• [Dataset]
******************************

import { predictTendon, stressedEnds, targetPressureMPa, type CalibrationLine } from "@/lib/stressing/basis";
import { governsLine, specifiedForceSourceWords } from "@/lib/stressing/display";
import { judgeAndFlag } from "@/lib/stressing/rules";
import { forceAgreement } from "@/lib/stressing/rules/force-disagreement";
import { stressingDay, type JudgeInput, type JudgeRecord } from "@/lib/stressing/judge";
import type {
  FieldCalibration,
  FieldEquipmentSet,
  FieldEvaluation,
  FieldFlag,
  FieldProject,
  FieldStrandLot,
  FieldTendon,
} from "@/lib/schemas/sync";
import { pickCalibration } from "@/lib/schemas/pick-calibration";
import { storedGaugeOffTarget, storedGaugeSteps } from "@/lib/schemas/stored-entered";
import { formatDateTime, projectTimeZone } from "@/lib/format/dates";
import type { TendonEnd } from "@/lib/schemas/domain";
import type { LocalRecord, LocalVerdict } from "./db";

/**
 * What the tablet shows about a tendon, computed from what it holds: its state in the list, the
 * current revision of each end, the target gauge pressure on a set's calibration, and the
 * provisional verdict, all through lib/stressing so the numbers match the server's.
 */

export type TendonState = "not stressed" | "one end done" | "done" | "flagged";

export const calibrationLine = (c: FieldCalibration): CalibrationLine => ({
  slope: c.slope,
  intercept: c.intercept,
  minPressureMPa: c.minPressureMPa,
  maxPressureMPa: c.maxPressureMPa,
});

/** The newest revision of each record chain of the tendon; per end, the chain stressed last. */
export function currentEnds(records: LocalRecord[]): Partial<Record<TendonEnd, LocalRecord>> {
  const heads = records.filter((r) => !r.supersededBy);
  const out: Partial<Record<TendonEnd, LocalRecord>> = {};
  for (const r of heads.sort((a, b) => a.deviceTime.localeCompare(b.deviceTime))) out[r.tendonEnd] = r;
  return out;
}

export function tendonState(
  tendon: FieldTendon,
  records: LocalRecord[],
  flags: FieldFlag[],
  latest: FieldEvaluation | undefined,
): TendonState {
  const ends = currentEnds(records);
  const wanted = stressedEnds(tendon.ends);
  const done = wanted.filter((e) => ends[e]).length;
  const localOut = Object.values(ends).some((r) => r?.local && r.local.verdict !== "in band");
  const serverOut = latest !== undefined && latest.verdict !== "in band" && latest.verdict !== "incomplete";
  if (flags.some((f) => f.status !== "closed")) return "flagged";
  // Once the server has judged every current record, its judgement governs: an out-of-band verdict
  // whose flags are all closed (the engineer accepted it) no longer holds the tendon, and the tablet's
  // own provisional check gives way. Before that, either verdict out of band holds it; so does the
  // server's when its flags have not arrived yet.
  const judged = latest !== undefined && Object.values(ends).every((r) => r?.syncState === "synced");
  if (judged ? serverOut && flags.length === 0 : serverOut || localOut) return "flagged";
  if (done === 0) return "not stressed";
  return done < wanted.length ? "one end done" : "done";
}

/** Calibration in force for a set on a day, and whether it has expired by then. */
export function calibrationFor(
  calibrations: FieldCalibration[],
  setId: string,
  day: string,
): { calibration: FieldCalibration | null; expired: boolean } {
  const calibration = pickCalibration(
    calibrations.filter((c) => c.equipmentSetId === setId),
    day,
  );
  return { calibration, expired: !calibration || calibration.validUntil < day };
}

export interface TendonContext {
  project: FieldProject;
  tendon: FieldTendon;
  lot: FieldStrandLot | null;
  set: FieldEquipmentSet | null;
  calibrations: FieldCalibration[];
}

const lotBasis = (lot: FieldStrandLot | null) =>
  lot ? { areaMm2: lot.areaMm2, modulusMPa: lot.modulusMPa, breakingLoadN: lot.breakingLoadN } : null;

/** The gauge pressure to pull to on the set's calibration, MPa; null without a calibration. */
export function targetFor(ctx: TendonContext, calibration: FieldCalibration | null): number | null {
  if (!calibration) return null;
  const predicted = predictTendon({
    project: ctx.project,
    tendon: ctx.tendon,
    lot: lotBasis(ctx.lot),
    equipmentGripMm: ctx.set?.jackGripMm,
  });
  return targetPressureMPa(calibrationLine(calibration), predicted.jackingForceN);
}

/** The stressing day now (or at an instant), in the project's time zone: the same day the server uses. */
export function fieldDay(project: FieldProject, at: Date | string = new Date()): string {
  return stressingDay(at, project.timeZone);
}

/** When a record was stressed, as the tablet shows it: on the site's clock (the project's zone), not the tablet's. */
export function fieldTime(project: Pick<FieldProject, "timeZone">, at: Date | string): string {
  return formatDateTime(at, projectTimeZone(project));
}

const strokeCount = (r: LocalRecord): number =>
  r.readingMethod === "strokes" && Array.isArray(r.entered?.strokes) ? Math.max(1, r.entered.strokes.length) : 1;

/** The judge's facts from what the tablet holds: the same shape the server builds from its query. */
export function judgeInputFor(ctx: TendonContext & { sets?: FieldEquipmentSet[] }, records: LocalRecord[]): JudgeInput {
  const known = [...(ctx.sets ?? []), ...(ctx.set ? [ctx.set] : [])];
  const setIds = [...new Set(records.map((r) => r.equipmentSetId))];
  const sets = setIds.map((id) => {
    const s = known.find((k) => k.id === id);
    return {
      id,
      name: s?.name ?? "Equipment set",
      jackGripMm: s?.jackGripMm ?? null,
      maxForceN: s?.maxForceN ?? null,
      drawInMm: s?.drawInMm ?? null,
      calibrations: ctx.calibrations
        .filter((c) => c.equipmentSetId === id)
        .map((c) => ({
          id: c.id,
          calibratedOn: c.calibratedOn,
          validUntil: c.validUntil,
          slope: c.slope,
          intercept: c.intercept,
          minPressureMPa: c.minPressureMPa,
          maxPressureMPa: c.maxPressureMPa,
          retiredAt: c.retiredAt ?? null,
          replacedBy: c.replacedBy ?? null,
        })),
    };
  });
  const judged: JudgeRecord[] = records.map((r) => ({
    id: r.id,
    chainId: r.chainId,
    revision: r.revision,
    end: r.tendonEnd,
    deviceTime: r.deviceTime,
    equipmentSetId: r.equipmentSetId,
    calibrationId: r.calibrationId,
    expiredCalibrationReason: r.expiredCalibrationReason,
    readingMethod: r.readingMethod,
    initialPressureMPa: r.initialPressureMPa,
    finalPressureMPa: r.finalPressureMPa,
    measuredMm: r.measuredMm,
    strokeCount: strokeCount(r),
    drawInMm: r.drawInMm ?? null,
    seatingMm: r.seatingMm,
    stressingOrder: r.stressingOrder ?? null,
    wireBreaks: r.wireBreaks,
    firstReadingMm: r.firstReadingMm ?? null,
    rereadDeclinedReason: r.rereadDeclinedReason ?? null,
    wireBreakDetails: r.wireBreakDetails ?? null,
    gaugeSteps: storedGaugeSteps(r.entered),
    gaugeOffTarget: storedGaugeOffTarget(r.entered),
  }));
  return {
    project: { ...ctx.project, readingResolution: ctx.project.readingResolution },
    tendon: ctx.tendon,
    lot: lotBasis(ctx.lot),
    sets,
    records: judged,
  };
}

/** The provisional verdict over the current reading of each end, as saved on this tablet: the server's judge. */
export function provisionalVerdict(
  ctx: TendonContext & { sets?: FieldEquipmentSet[] },
  records: LocalRecord[],
): LocalVerdict | null {
  if (!records.length) return null;
  const input = judgeInputFor(ctx, records);
  const { judgement: j, findings } = judgeAndFlag(input);
  if (!j.ends.length) return null;
  const c = j.comparison;
  return {
    verdict: j.verdict,
    deviationPct: c?.deviationPct ?? null,
    measuredMm: j.measuredMm,
    predictedMm: j.predictedMm,
    lowerMm: c?.lowerMm ?? null,
    upperMm: c?.upperMm ?? null,
    provisional: j.provisional,
    missingEnds: j.missingEnds,
    basisLabel: j.basisLabel,
    incomplete: j.incomplete,
    flagKinds: findings.map((f) => f.kind),
    forces: j.ends.map((e) => ({
      end: e.end,
      gaugeForceN: e.gaugeForceN,
      impliedForceN: e.impliedForceN,
      role: e.role,
      differencePct: forceAgreement(e, input.project, j.specifiedForceN)?.differencePct ?? null,
      bandPct: forceAgreement(e, input.project, j.specifiedForceN)?.bandPct ?? null,
    })),
    specifiedForceN: j.specifiedForceN,
    specifiedForceFrom: specifiedForceSourceWords(j.specifiedForceSource, j.specifiedForceFactor),
    reread: j.rereadWanted,
    governsLine: governsLine(
      {
        unitSystem: ctx.project.unitSystem,
        readingResolution: ctx.project.readingResolution,
      },
      j,
    ),
  };
}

******************************

• [Work instructions]
Copy every line of the material above in which the string "judgeInputFor" can be found.

• [Solution to this problem]
export function judgeInputFor(ctx: TendonContext & { sets?: FieldEquipmentSet[] }, records: LocalRecord[]): JudgeInput {
  const input = judgeInputFor(ctx, records);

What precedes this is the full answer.